___ ENTRIES PROVIDED ___

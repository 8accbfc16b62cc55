//! Outlines from the long random run (`scripts/long-run`) whose frames had
//! a joint that did not fit, written out corner by corner so they stay
//! fixed whatever the generator does. Each test names the seed it came
//! from and checks the joints its fault was in.

mod framing_support;

use framing_support::parry_fit;
use glam::{DVec2, dvec2};
use pitchframe_geometry::framing::{
    Cut, CutEnd, Frame, FramingSettings, FramingWarning, MemberKind, frame_roof,
};
use pitchframe_geometry::{Outline, Roof, RoofLineKind, Wall, WallRoof, check_roof};

/// One wall: its first corner, rise per run (0 for a gable) and overhang.
type WallRow = (f64, f64, f64, f64);

fn walls(rows: &[WallRow]) -> Vec<Wall> {
    rows.iter()
        .map(|&(x, y, slope, overhang_in)| Wall {
            corner: dvec2(x, y),
            roof: if slope > 0.0 { WallRoof::Pitched { rise_per_run: slope } } else { WallRoof::Gable },
            overhang_in,
        })
        .collect()
}

/// Solves, checks and frames an outline with the default settings.
fn framed(outer: &[WallRow], courtyards: &[&[WallRow]]) -> Frame {
    let o = Outline::new(walls(outer), courtyards.iter().map(|c| walls(c)).collect())
        .unwrap_or_else(|e| panic!("outline: {e}"));
    let roof = Roof::solve(&o).unwrap_or_else(|e| panic!("solve: {e}"));
    assert!(check_roof(&o, &roof).is_empty());
    frame_roof(&o, &roof, &FramingSettings::default()).unwrap_or_else(|e| panic!("frame: {e}"))
}

/// 1/64 in, finer than a pencil line (common practice, no source).
const FIT_IN: f64 = 1.0 / 64.0;

/// The piece of `kind` whose plan line's end `end` (0 lower, 1 upper) is
/// within 0.01 in of `point`.
fn piece_ending_at(frame: &Frame, kind: MemberKind, end: usize, point: glam::DVec2) -> Option<usize> {
    frame.pieces.iter().position(|p| p.kind == kind && p.plan_line[end].distance(point) < 0.01)
}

___

### EXERCISE REQUIREMENTS
Filter the data above, keeping only lines that include the string "default".

### EXERCISE ANSWER
/// Solves, checks and frames an outline with the default settings.
    frame_roof(&o, &roof, &FramingSettings::default()).unwrap_or_else(|e| panic!("frame: {e}"))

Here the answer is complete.